Schauder estimates for flat solutions to a class of fully nonlinear elliptic PDEs with Dini continuous data: a geometric tangential approach

TL;DR

This paper establishes local Schauder estimates for flat viscosity solutions to a broad class of fully nonlinear elliptic PDEs with Dini continuous data, using geometric tangential techniques and perturbative arguments.

Contribution

It introduces a novel geometric tangential approach to derive Schauder estimates for solutions with Dini continuity, extending previous results to non-convex operators with linear drift.

Findings

Established Schauder estimates for flat solutions with Dini data

Derived an Evans-Krylov type regularity estimate

Characterized nodal sets of solutions in the nonlinear elliptic framework

Abstract

In this manuscript, we establish local Schauder estimates for flat viscosity solutions, that is, solutions with sufficiently small norms, to a class of fully nonlinear elliptic partial differential equations of the form \[ F(D^{2} u, x) + \langle \mathfrak{B}(x), D u \rangle = f(x) \quad \text{in} \quad \mathrm{B}_1 \subset \mathbb{R}^{n}, \] where the operator \(F\) is differentiable, though not necessarily convex or concave.

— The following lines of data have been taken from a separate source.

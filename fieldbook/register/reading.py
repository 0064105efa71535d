"""Evidence of many occupations at once, each piece checked against its hash."""

from __future__ import annotations

import json
from collections.abc import Sequence

from fieldbook.errors import BookError

from .evidence import Evidence, evidence_from_tree
from .fold import Held
from .store import Register


def evidence_by_key(register: Register, wanted: Sequence[Held]) -> dict[tuple[str, int], Evidence]:
    """Evidence by book and occupation.

    Raises:
        BookError: missing, damaged, or of a schema this program does not know.
    """
    trees: dict[str, Evidence] = {}
    for sha256, data in register.given(dict.fromkeys(held.evidence for held in wanted)):
        try:
            trees[sha256] = evidence_from_tree(json.loads(data))
        except (ValueError, TypeError, LookupError, AttributeError) as error:
            raise BookError(
                f"The evidence {sha256[:12]}… of the register {register.path} is none that this program reads.",
                "Install the version that wrote it, or a later one.",
                code="newer",
            ) from error
    return {held.key: trees[held.evidence] for held in wanted}
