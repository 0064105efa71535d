"""Register: create, open, append, keep and give back evidence.

One connection, one thread, short transactions. What holds is folded from the entries (`fold`); evidence is kept under the
SHA-256 of its bytes, which the entries name, so the chain covers it too.
"""

from __future__ import annotations

import hashlib
import json
import uuid
import zlib
from collections.abc import Iterable, Iterator
from contextlib import contextmanager
from pathlib import Path
from types import TracebackType
from typing import Any

from fieldbook import __version__
from fieldbook.book.begin import give_name
from fieldbook.book.connect import printable
from fieldbook.book.transactions import immediate
from fieldbook.clock import Clock, utc_text
from fieldbook.errors import BookError, UsageError
from fieldbook.model.canonical import Tree, canonical_json
from fieldbook.model.entry import GENESIS, Entry, entry_hash

from . import connect, migrations
from .fold import RegisterState
from .kinds import MAX_BODY_BYTES, STRIKABLE, checked_body

FORMAT = 1
MAX_CONTENT_BYTES = 32 * 1024 * 1024


class Register:
    """One open register. Use `create` or `open`; close it, or use it in a `with` statement."""

    def __init__(self, path: Path, connection: connect.Connection, clock: Clock, *, write: bool) -> None:
        self.path = path
        self.writable = write
        self._connection = connection
        self._clock = clock
        self._state = RegisterState()

    @classmethod
    def create(cls, path: Path, *, clock: Clock, by: str) -> Register:
        """Begin a register and open it for writing; the file appears under its name only when it is complete.

        Raises:
            UsageError: the path exists, or nobody is named.
            BookError: the file cannot be made.
        """
        if path.exists() or path.is_symlink():
            raise UsageError(f"{path} exists already.", "Choose another name; a register is never overwritten.")
        part = path.with_name(f".{path.name}.{uuid.uuid4().hex}.part")
        with connect.register_errors(path):
            try:
                connection = connect.open_writer(part, create=True)
                try:
                    _begin(connection, clock, by)
                finally:
                    connection.close()
                give_name(part, path)
            finally:
                part.unlink(missing_ok=True)
        return cls.open(path, clock=clock, write=True)

    @classmethod
    def open(cls, path: Path, *, clock: Clock, write: bool = False) -> Register:
        """Open a register, for reading unless `write`. A writer brings an older one up to date.

        Raises:
            BookError: code "missing", "no_register", "newer", "older", "schema", "damaged", "busy", "read_only".
        """
        connection = connect.open_writer(path) if write else connect.open_reader(path)
        try:
            with connect.register_errors(path):
                found = connect.check_identity(connection, path)
                register = cls(path, connection, clock, write=write)
                if found < migrations.version():
                    register._upgrade(found)
        except BaseException:
            connection.close()
            raise
        return register

    @staticmethod
    def recognises(path: Path) -> bool:
        """Whether a file says that it is a register."""
        try:
            connection = connect.open_reader(path)
        except BookError:
            return False
        try:
            with connect.register_errors(path):
                found = connection.execute("PRAGMA application_id").fetchone()[0]
                return bool(found == migrations.APPLICATION_ID)
        except BookError:
            return False
        finally:
            connection.close()

    def _upgrade(self, found: int) -> None:
        if not self.writable:
            raise BookError(
                f"{self.path} was written by an older Fieldbook.",
                "Any command that writes to it brings it up to date; nothing is lost.",
                code="older",
            )
        with self.transaction():
            rows = _migrate(self._connection, found, utc_text(self._clock.utc_ms()))
            self.append("migrated", {"migrations": rows}, "fieldbook " + __version__)

    def close(self) -> None:
        """Close; what was committed is in the one file."""
        self._connection.close()

    def __enter__(self) -> Register:
        return self

    def __exit__(
        self, kind: type[BaseException] | None, error: BaseException | None, trace: TracebackType | None
    ) -> None:
        self.close()

    @contextmanager
    def transaction(self) -> Iterator[None]:
        """One write transaction: all of it is committed, or nothing. Inside another one it is part of that.

        Raises:
            BookError: busy, read-only, disk full.
        """
        if not self.writable:
            raise BookError(f"{self.path} is open for reading only.", "Open it for writing.", code="read_only")
        with connect.register_errors(self.path), immediate(self._connection, self._forget):
            yield

    def _forget(self) -> None:
        self._state = RegisterState()  # it may hold entries that were not committed

    # -- entries -----------------------------------------------------------------------------------------------

    def append(self, kind: str, body: Tree, by: str) -> Entry:
        """Append one entry, durably.

        Raises:
            UsageError: it cannot be stored, nobody is named, or what a strike names cannot be struck.
            BookError: busy, read-only, disk full.
        """
        with self.transaction():
            if kind == "strike":
                self._check_strike(body["seq"])
            return _insert(self._connection, kind, body, by, utc_text(self._clock.utc_ms()))

    def _check_strike(self, seq: int) -> None:
        state = self.state()
        entry = next((item for item in state.entries if item.seq == seq), None)
        if entry is None:
            raise UsageError(f"There is no entry {seq} in {self.path}.", f"Entries run from 1 to {state.head_seq}.")
        if entry.kind not in STRIKABLE:
            raise UsageError(
                f"Entry {seq} is '{entry.kind}' and cannot be struck.",
                f"Only decisions can: {', '.join(STRIKABLE)}.",
                code="not_strikable",
            )
        if seq in state.struck:
            raise UsageError(
                f"Entry {seq} was struck by entry {state.struck[seq].seq} already.",
                "Strike that strike if it was wrong.",
                code="struck_already",
            )

    def entries(self, after_seq: int = 0) -> list[Entry]:
        """Entries after a seq, in order.

        Raises:
            BookError: damaged.
        """
        with connect.register_errors(self.path):
            return list(read_entries(self._connection, after_seq))

    def state(self) -> RegisterState:
        """What the entries say. Treat it as read-only; only what is new since the last call is folded.

        Raises:
            BookError: an entry is damaged.
        """
        with connect.register_errors(self.path):
            for entry in read_entries(self._connection, self._state.head_seq):
                try:
                    self._state.apply(entry)
                except (LookupError, TypeError, ValueError, AttributeError) as error:
                    raise _damaged(entry.seq, f"its body is not that of '{entry.kind}'") from error
        return self._state

    # -- evidence ----------------------------------------------------------------------------------------------

    def keep(self, data: bytes) -> str:
        """Keep bytes under their SHA-256; the same bytes are kept once. Called inside a transaction.

        Raises:
            UsageError: more than 32 MB.
        """
        if len(data) > MAX_CONTENT_BYTES:
            raise UsageError(f"{len(data)} bytes are more than a register keeps in one piece.", "Split the book.")
        sha256 = hashlib.sha256(data).hexdigest()
        with self.transaction():
            if not self._connection.execute("SELECT 1 FROM content WHERE sha256 = ?", (sha256,)).fetchone():
                pressed = zlib.compress(data, 9)
                codec, stored = ("zlib", pressed) if len(pressed) < len(data) else ("plain", data)
                self._connection.execute("INSERT INTO content VALUES (?, ?, ?, ?)", (sha256, len(data), codec, stored))
        return sha256

    def given(self, wanted: Iterable[str]) -> Iterator[tuple[str, bytes]]:
        """(SHA-256, bytes) of kept pieces, each checked against its hash.

        Raises:
            BookError: missing or damaged.
        """
        with connect.register_errors(self.path):
            for sha256 in wanted:
                row = self._connection.execute(
                    "SELECT bytes, codec, data FROM content WHERE sha256 = ?", (sha256,)
                ).fetchone()
                data = None if row is None else unpacked(*row)
                if data is None or hashlib.sha256(data).hexdigest() != sha256:
                    raise BookError(
                        f"The evidence {sha256[:12]}… of the register {self.path} is {'missing' if row is None else 'damaged'}.",
                        "`fieldbook verify` says what still holds.",
                        code="damaged",
                    )
                yield sha256, data

    def kept_tree(self, sha256: str) -> Any:
        """A kept JSON tree.

        Raises:
            BookError: missing or damaged.
        """
        (_, data) = next(iter(self.given([sha256])))
        return json.loads(data)

    def raw_entries(self) -> list[tuple[Any, ...]]:
        """Rows of `entry` as they are stored: seq, utc, kind, body text, by, previous hash, hash."""
        with connect.register_errors(self.path):
            return self._connection.execute(
                "SELECT seq, utc, kind, body, by, previous_hash, hash FROM entry ORDER BY seq"
            ).fetchall()

    def raw_content(self) -> Iterator[tuple[Any, ...]]:
        """Rows of `content` as they are stored: SHA-256, bytes, codec, data."""
        with connect.register_errors(self.path):
            yield from self._connection.execute("SELECT sha256, bytes, codec, data FROM content ORDER BY rowid")


def rebuilt(path: Path, entries: Iterable[tuple[Any, ...]], content: Iterable[tuple[Any, ...]]) -> int:
    """A register file of rows that come from elsewhere; the caller audits it. Returns the number of entries.

    Raises:
        BookError: it cannot be written, or the rows are not those of a register.
    """
    connection = connect.open_writer(path, create=True)
    count = 0
    try:
        with connect.register_errors(path):
            connection.execute("BEGIN IMMEDIATE")
            connection.execute(f"PRAGMA application_id = {migrations.APPLICATION_ID}")
            _migrate(connection, 0, "")
            for row in entries:
                connection.execute("INSERT INTO entry VALUES (?, ?, ?, ?, ?, ?, ?)", row)
                count += 1
            for row in content:
                connection.execute("INSERT INTO content VALUES (?, ?, ?, ?)", row)
            connection.execute("COMMIT")
    finally:
        connection.close()
    return count


def unpacked(size: object, codec: object, data: object) -> bytes | None:
    """The bytes of one row of `content`; None if they are not what the row says. Inflates to the stated size at most."""
    if not isinstance(size, int) or not isinstance(data, bytes) or not 0 <= size <= MAX_CONTENT_BYTES:
        return None
    if codec == "plain":
        return data if len(data) == size else None
    if codec != "zlib":
        return None
    press = zlib.decompressobj()
    try:
        plain = press.decompress(data, size + 1)
    except zlib.error:
        return None
    return plain if len(plain) == size and press.eof and not press.unused_data else None


def as_kept(tree: Any) -> bytes:
    """A tree of `reduce --json` as it is kept: UTF-8, keys sorted, no spaces, numbers in their shortest exact form."""
    return json.dumps(tree, ensure_ascii=False, sort_keys=True, separators=(",", ":"), allow_nan=False).encode("utf-8")


def _begin(connection: connect.Connection, clock: Clock, by: str) -> None:
    connection.execute("BEGIN IMMEDIATE")
    connection.execute(f"PRAGMA application_id = {migrations.APPLICATION_ID}")
    now = utc_text(clock.utc_ms())
    rows = _migrate(connection, 0, now)
    body: Tree = {"id": str(uuid.uuid4()), "format": FORMAT, "program": __version__, "migrations": rows}
    _insert(connection, "register", body, by, now)
    connection.execute("COMMIT")


def _migrate(connection: connect.Connection, found: int, now: str) -> list[list[str]]:
    for statement in migrations.statements(found):
        connection.execute(statement)
    connection.execute(f"PRAGMA user_version = {migrations.version()}")
    return [[name, now] for name, _ in migrations.MIGRATIONS[found:]]


def _insert(connection: connect.Connection, kind: str, body: Tree, by: str, now: str) -> Entry:
    if not by.strip():
        raise UsageError("An entry needs a name.", "Give --by NAME.", code="no_name")
    tree = checked_body(kind, body)
    text = canonical_json(tree)
    if len(text.encode("utf-8")) > MAX_BODY_BYTES:
        raise UsageError(f"The entry '{kind}' is longer than {MAX_BODY_BYTES} bytes.", "Shorten it.")
    row = connection.execute("SELECT seq, hash FROM entry ORDER BY seq DESC LIMIT 1").fetchone()
    seq, previous = (row[0] + 1, row[1]) if row else (1, GENESIS)
    entry = Entry(seq, now, kind, tree, by.strip(), previous, entry_hash(seq, now, kind, text, by.strip(), previous))
    connection.execute(
        "INSERT INTO entry VALUES (?, ?, ?, ?, ?, ?, ?)",
        (seq, now, kind, text, entry.observer, previous, entry.hash),
    )
    return entry


def read_entries(connection: connect.Connection, after_seq: int = 0) -> Iterator[Entry]:
    """Entries after a seq, in order.

    Raises:
        BookError: a body is no JSON tree.
    """
    rows = connection.execute(
        "SELECT seq, utc, kind, body, by, previous_hash, hash FROM entry WHERE seq > ? ORDER BY seq", (after_seq,)
    )
    for seq, utc, kind, text, by, previous, own in rows.fetchall():
        if not all(isinstance(value, str) for value in (utc, kind, text, by, previous, own)):
            raise _damaged(seq, "it holds a value that is no text")
        try:
            body: Any = json.loads(text)
        except (ValueError, RecursionError) as error:
            raise _damaged(seq, "its body is no JSON") from error
        if not isinstance(body, dict):
            raise _damaged(seq, "its body is no tree")
        yield Entry(seq, utc, kind, body, by, previous, own)


def _damaged(seq: object, why: str) -> BookError:
    return BookError(
        f"Entry {printable(seq)} of the register is damaged: {printable(why)}.",
        "`fieldbook verify` says what is wrong.",
        code="damaged",
    )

In addition, we impose suitable Dini-type continuity assumptions on the data. Our methodology is based on geometric tangential techniques, combined with compactness and perturbative arguments. This approach is strongly motivated by recent advances in the theory of nonlinear elliptic equations and free boundary problems. As a byproduct of our analysis, we also obtain an Evans-Krylov type estimate. Our results can be viewed as an extension of the work by dos Prazeres and Teixeira (Ann. Sc. Norm. Super. Pisa Cl. Sci. (5) 15 (2016), 485-500), now within the framework of linear drift terms and Dini continuity assumptions. Finally, we apply our results to characterize the nodal sets of flat viscosity solutions of non-convex, fully nonlinear, uniformly elliptic PDEs.